PROBLEM REQUIREMENTS: Filter the listing below, please, and copy only the lines with the word "OpContext".

RECORDS PROVIDED:

"""``vector-color``: motion vectors pictured with the flow colour coding of Baker et al. (2011).

Direction is hue and length is saturation: zero motion is white, a vector of the reference length
(``max_magnitude``) is the fully saturated colour of its direction, longer ones are darkened to
75 %. Rightward is red, downward yellow, leftward cyan-blue, upward violet. The colour wheel is
the one published with the Middlebury optical-flow database: 55 hues in six ramps
(red-yellow 15, yellow-green 6, green-cyan 4, cyan-blue 11, blue-magenta 13, magenta-red 6).
A legend (the wheel itself, with the reference length written beside it) can be drawn in a corner.

The coding gives display colours (sRGB code values); the output holds them decoded to linear light
(IEC 61966-2-1), so writing it to PNG with the default sRGB transfer reproduces the codes exactly.

References
----------
Baker, S., Scharstein, D., Lewis, J.P., Roth, S., Black, M.J., Szeliski, R., "A Database and
Evaluation Methodology for Optical Flow", IJCV 92(1), 2011, doi:10.1007/s11263-010-0390-2.
"""

from __future__ import annotations

from collections.abc import Mapping
from typing import Any

import numpy as np
from pydantic import BaseModel, ConfigDict, Field

from graphcore.errors import OpError
from graphcore.image import Image
from graphcore.registry import OpContext, Operator, Port

__all__ = ["VECTOR_COLOR", "colorwheel", "flow_to_codes", "legend"]

_RAMPS = (15, 6, 4, 11, 13, 6)  # RY, YG, GC, CB, BM, MR


def colorwheel() -> np.ndarray:
    """The 55-entry wheel, (55, 3) uint8-valued float array of code values 0..255."""
    ry, yg, gc, cb, bm, mr = _RAMPS
    wheel = np.zeros((sum(_RAMPS), 3), np.float64)
    col = 0
    i = np.arange(ry)
    wheel[col:col + ry, 0] = 255
    wheel[col:col + ry, 1] = np.floor(255 * i / ry)
    col += ry
    i = np.arange(yg)
    wheel[col:col + yg, 0] = 255 - np.floor(255 * i / yg)
    wheel[col:col + yg, 1] = 255
    col += yg
    i = np.arange(gc)
    wheel[col:col + gc, 1] = 255
    wheel[col:col + gc, 2] = np.floor(255 * i / gc)
    col += gc
    i = np.arange(cb)
    wheel[col:col + cb, 1] = 255 - np.floor(255 * i / cb)
    wheel[col:col + cb, 2] = 255
    col += cb
    i = np.arange(bm)
    wheel[col:col + bm, 2] = 255
    wheel[col:col + bm, 0] = np.floor(255 * i / bm)
    col += bm
    i = np.arange(mr)
    wheel[col:col + mr, 2] = 255 - np.floor(255 * i / mr)
    wheel[col:col + mr, 0] = 255
    return wheel


def flow_to_codes(u: np.ndarray, v: np.ndarray) -> np.ndarray:
    """Colour-code normalised vectors (length 1 = fully saturated). Returns (H, W, 3) uint8 codes.

    Parameters
    ----------
    u, v : ndarray, shape (H, W)
        Vector components already divided by the reference length; x right, y down.
    """
    wheel = colorwheel()
    n = wheel.shape[0]
    u = np.nan_to_num(np.asarray(u, np.float64))
    v = np.nan_to_num(np.asarray(v, np.float64))
    rad = np.sqrt(u * u + v * v)
    a = np.arctan2(-v, -u) / np.pi
    fk = (a + 1) / 2 * (n - 1)
    k0 = np.floor(fk).astype(np.int64)
    k1 = (k0 + 1) % n
    f = (fk - k0)[..., None]
    col = (1 - f) * wheel[k0] / 255 + f * wheel[k1] / 255
    inside = rad <= 1
    col = np.where(inside[..., None], 1 - rad[..., None] * (1 - col), col * 0.75)
    return np.floor(255 * col).astype(np.uint8)


def legend(size: int) -> np.ndarray:
    """A (size, size, 3) uint8 picture of the wheel: each pixel coloured by its offset from the centre
    (the rim is the reference length), outside the disc black."""
    r = (size - 1) / 2
    y, x = np.mgrid[0:size, 0:size].astype(np.float64)
    u, v = (x - r) / r, (y - r) / r
    codes = flow_to_codes(u, v)
    codes[(u * u + v * v) > 1.0] = 0
    return codes


class VectorColorParams(BaseModel):
    model_config = ConfigDict(extra="forbid", frozen=True)

    layer: str = Field("fwd", min_length=1, description="Vector layer to picture: its '<layer>.x' and "
                                                        "'<layer>.y' channels (e.g. 'fwd', 'bwd').")
    max_magnitude: float | None = Field(
        None, gt=0, description="Reference length in pixels (fully saturated colour); default: the "
                                "longest finite vector of this image. Fix it for a whole sequence so "
                                "colours are comparable between frames.")
    show_legend: bool = Field(True, description="Draw the colour wheel and the reference length in the "
                                                "top-left corner.")


def _compute(params: VectorColorParams, inputs: Mapping[str, Any], ctx: OpContext) -> Image:
    import cv2

    from operators.io.transfer import decode

    img: Image = inputs["vectors"]
    cx, cy = f"{params.layer}.x", f"{params.layer}.y"
    if not img.has(cx, cy):
        layers = sorted({c.rsplit(".", 1)[0] for c in img.channels if c.endswith((".x", ".y"))})
        raise OpError(f"no channels {cx} and {cy} (the image has {', '.join(img.channels)})", field="layer",
                      fix=(f"use one of the vector layers: {', '.join(layers)}" if layers else
                           "feed this node vectors, e.g. from `flow-estimate`"))
    u = np.nan_to_num(img.channel(cx).astype(np.float64))
    v = np.nan_to_num(img.channel(cy).astype(np.float64))
    ref = params.max_magnitude
    if ref is None:
        ref = float(np.sqrt(u * u + v * v).max()) if u.size else 0.0
        ref = ref if ref > 0 else 1.0
    codes = flow_to_codes(u / ref, v / ref)
    if params.show_legend:
        size = max(8, min(img.height, img.width) // 5)
        if size + 4 <= min(img.height, img.width):
            pad = 2
            disc = legend(size)
            mask = disc.any(axis=2)
            patch = codes[pad:pad + size, pad:pad + size]
            patch[mask] = disc[mask]
            scale = size / 120
            if scale >= 0.25:
                text = f"{ref:.3g} px"
                org = (pad, min(img.height - 2, pad + size + int(14 * scale) + 2))
                cv2.putText(codes, text, org, cv2.FONT_HERSHEY_SIMPLEX, 0.5 * scale, (0, 0, 0), 3, cv2.LINE_AA)
                cv2.putText(codes, text, org, cv2.FONT_HERSHEY_SIMPLEX, 0.5 * scale, (255, 255, 255), 1,
                            cv2.LINE_AA)
    rgb = decode("srgb", codes.astype(np.float32) / 255.0).astype(np.float32)
    alpha = np.ones(rgb.shape[:2] + (1,), np.float32)
    return Image(np.concatenate([rgb, alpha], axis=2), ("R", "G", "B", "A"),
                 {"vectors.layer": params.layer, "vectors.max_magnitude": ref})


VECTOR_COLOR = Operator(
    name="vector-color",
    version=1,
    summary="Picture vectors with the Baker et al. (2011) flow colour coding, with a legend, for QC",
    params=VectorColorParams,
    compute=_compute,
    inputs=(Port("vectors", "an image with <layer>.x and <layer>.y channels, e.g. from flow-estimate"),),
    doc=__doc__ or "",
    outputs="R G B (linear light; sRGB codes of the colour coding once written to PNG) and A = 1",
)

YOUR RESPONSE:
from graphcore.registry import OpContext, Operator, Port
def _compute(params: VectorColorParams, inputs: Mapping[str, Any], ctx: OpContext) -> Image:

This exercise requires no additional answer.